# Simple Question



## SunshineGirl (Apr 27, 2015)

I want to have felted soap in  my line. I only do MP soaps right now can i felt MP soap?


----------



## snappyllama (Apr 27, 2015)

Yes. I haven't done it myself (DH hates the way felt feels), but I remembered this tutorial from back when I did M&P.

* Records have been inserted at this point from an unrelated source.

"""Per-station figures and trends side by side, over the plant database: the figures from the
(station, day) tallies of :mod:`stationcheck.plant.station_days`, each station's trend from the
shared trend code with the review's station filter."""

from __future__ import annotations

from typing import Any

from stationcheck.plant.review_source import PlantReader, PlantReviewSource, Scope
from stationcheck.quality.json_views import figures_dict, trend_dict, trend_findings
from stationcheck.quality.period import Period
from stationcheck.quality.trends import DEFAULT_POINTS, Trend, position_trend

MAX_TREND_STATIONS = 24


def station_figures_rows(
    source: PlantReviewSource, reader: PlantReader, period: Period
) -> list[dict[str, Any]]:
    """One row of figures per station in the reader's scope (stations without units too),
    computed as the station figures are (the same tallies and definitions)."""
    figures = source.station_figures(reader, period)
    rows = []
    for station in reader.stations():
        sid = station["station_id"]
        fig = figures.get(sid)
        shown = figures_dict(fig) if fig is not None else None  # rounded as the review shows
        times = fig.cycle_times if fig is not None else None
        rows.append(
            {
                "station_id": sid,
                "line": station["line"],
                "plant": station["plant"],
                "units": fig.units if fig else 0,
                "ok": fig.ok if fig else 0,
                "nok": fig.nok if fig else 0,
                "reworked": fig.reworked if fig else 0,
                "first_time_through": fig.first_time_through if fig else 0,
                "ended": fig.ended if fig else 0,
                "open": fig.open if fig else 0,
                "ftt_rate": shown["ftt_rate"] if shown else None,
                "ftt_interval_95": shown["ftt_interval_95"] if shown else None,
                "nok_results": fig.nok_results if fig else 0,
                "retries": fig.retries if fig else 0,
                "cycle_time_median_s": times.median_s if times else None,
                "cycle_time_mean_s": times.mean_s if times else None,
                "forwarded_seq": station["forwarded_seq"],
                "folded_seq": station["folded_seq"],
                "last_recorded_at_s": station["last_recorded_at_s"],
            }
        )
    return rows


def station_trends(
    source: PlantReviewSource,
    station_ids: list[str],
    position: str,
    measure: str,
    period: Period,
    points: int = DEFAULT_POINTS,
) -> list[tuple[str, Trend]]:
    """The position's trend at each station (at most ``MAX_TREND_STATIONS``)."""
    trends = []
    for sid in station_ids[:MAX_TREND_STATIONS]:
        with source.reader(Scope(stations=(sid,))) as reader:
            trends.append(
                (sid, position_trend(reader.connection, position, measure, period, points))
            )
    return trends


def trend_summary(station_id: str, trend: Trend) -> dict[str, Any]:
    body = trend_dict(trend)
    return {
        "station_id": station_id,
        "count": body["count"],
        "centre": body["centre"],
        "sigma": body["sigma"],
        "findings": trend_findings(trend),
    }
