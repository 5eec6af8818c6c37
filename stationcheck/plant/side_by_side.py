"""Per-station figures and trends side by side, over the plant database: one grouped query per
table for the figures (PostgreSQL's dialect: ``FILTER`` and ``percentile_cont``), and each
station's trend from the shared trend code with the review's station filter."""

from __future__ import annotations

from typing import Any

from stationcheck.plant.review_source import PlantReader, PlantReviewSource, Scope
from stationcheck.quality.json_views import trend_dict, trend_findings
from stationcheck.quality.period import Period
from stationcheck.quality.proportion import wilson_interval
from stationcheck.quality.trends import DEFAULT_POINTS, Trend, position_trend

MAX_TREND_STATIONS = 24


def station_figures_rows(reader: PlantReader, period: Period) -> list[dict[str, Any]]:
    """One row of figures per station in the reader's scope (stations without units too)."""
    start, end = period.bounds
    conn = reader.adapter.raw
    units = {str(r[0]): r[1:] for r in conn.execute(
        "SELECT station_id, count(*), count(*) FILTER (WHERE status = 'OK'), "
        "count(*) FILTER (WHERE status = 'NotOK'), count(*) FILTER (WHERE reworked = 1), "
        "count(*) FILTER (WHERE first_time_through = 1), "
        "percentile_cont(0.5) WITHIN GROUP (ORDER BY cycle_time_s), avg(cycle_time_s) "
        "FROM units WHERE started_at_s >= %s AND started_at_s < %s GROUP BY station_id",
        (start, end)).fetchall()}
    steps = {str(r[0]): r[1:] for r in conn.execute(
        "SELECT station_id, count(*) FILTER (WHERE result = 'NotOK'), "
        "count(*) FILTER (WHERE attempt > 1) FROM steps WHERE kind = 'fasten' AND "
        "(result = 'NotOK' OR attempt > 1) AND recorded_at_s >= %s AND recorded_at_s < %s "
        "GROUP BY station_id", (start, end)).fetchall()}
    rows = []
    for station in reader.stations():
        sid = station["station_id"]
        count, ok, nok, reworked, ftt, cycle_median, cycle_mean = units.get(
            sid, (0, 0, 0, 0, 0, None, None))
        nok_results, retries = steps.get(sid, (0, 0))
        interval = wilson_interval(int(ftt), int(count)) if count else None
        rows.append({
            "station_id": sid, "line": station["line"], "plant": station["plant"],
            "units": int(count), "ok": int(ok), "nok": int(nok), "reworked": int(reworked),
            "first_time_through": int(ftt), "ftt_rate": ftt / count if count else None,
            "ftt_interval_95": [interval.low, interval.high] if interval else None,
            "nok_results": int(nok_results), "retries": int(retries),
            "cycle_time_median_s": cycle_median, "cycle_time_mean_s": cycle_mean,
            "forwarded_seq": station["forwarded_seq"], "folded_seq": station["folded_seq"],
            "last_recorded_at_s": station["last_recorded_at_s"],
        })
    return rows


def station_trends(source: PlantReviewSource, station_ids: list[str], position: str,
                   measure: str, period: Period, points: int = DEFAULT_POINTS,
                   ) -> list[tuple[str, Trend]]:
    """The position's trend at each station (at most ``MAX_TREND_STATIONS``)."""
    trends = []
    for sid in station_ids[:MAX_TREND_STATIONS]:
        with source.reader(Scope(stations=(sid,))) as reader:
            trends.append((sid, position_trend(reader.connection, position, measure, period,
                                               points)))
    return trends


def trend_summary(station_id: str, trend: Trend) -> dict[str, Any]:
    body = trend_dict(trend)
    return {"station_id": station_id, "count": body["count"], "centre": body["centre"],
            "sigma": body["sigma"], "findings": trend_findings(trend)}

http://www.soapqueen.com/bath-and-body-tutorials/cold-process-soap/fuzzy-felted-soap-balls/

Edited to say I saw somewhere on there where someone else asked the question. It was bookmarked in my M&P folder.


----------



## SunshineGirl (Apr 27, 2015)

I searched but didnt see anythng but thanks. this is a great day in my world lol.


----------



## fionasfrightsoap (Sep 19, 2015)

I was wondering the same thing, glad you posted!


----------



## DeeAnna (Sep 19, 2015)

Tutorials that mention M&P soaps as being fine to felt over (but the tuts aren't very good) --
http://www.ehow.com/how_6655814_make-felted-soap.html
http://library.essentialwholesale.com/diy-felted-soap/

MUCH better tutorial overall about felting over soap -- http://sallybea.hubpages.com/hub/wet-felted-soap-tutorial The author even felts a bar of Pears soap -- not exactly M&P, but it's somewhat related. She also lays out the wool in a better way than most people who do felted soap tuts. The way she does it allows the wool to do a better job of felting evenly


----------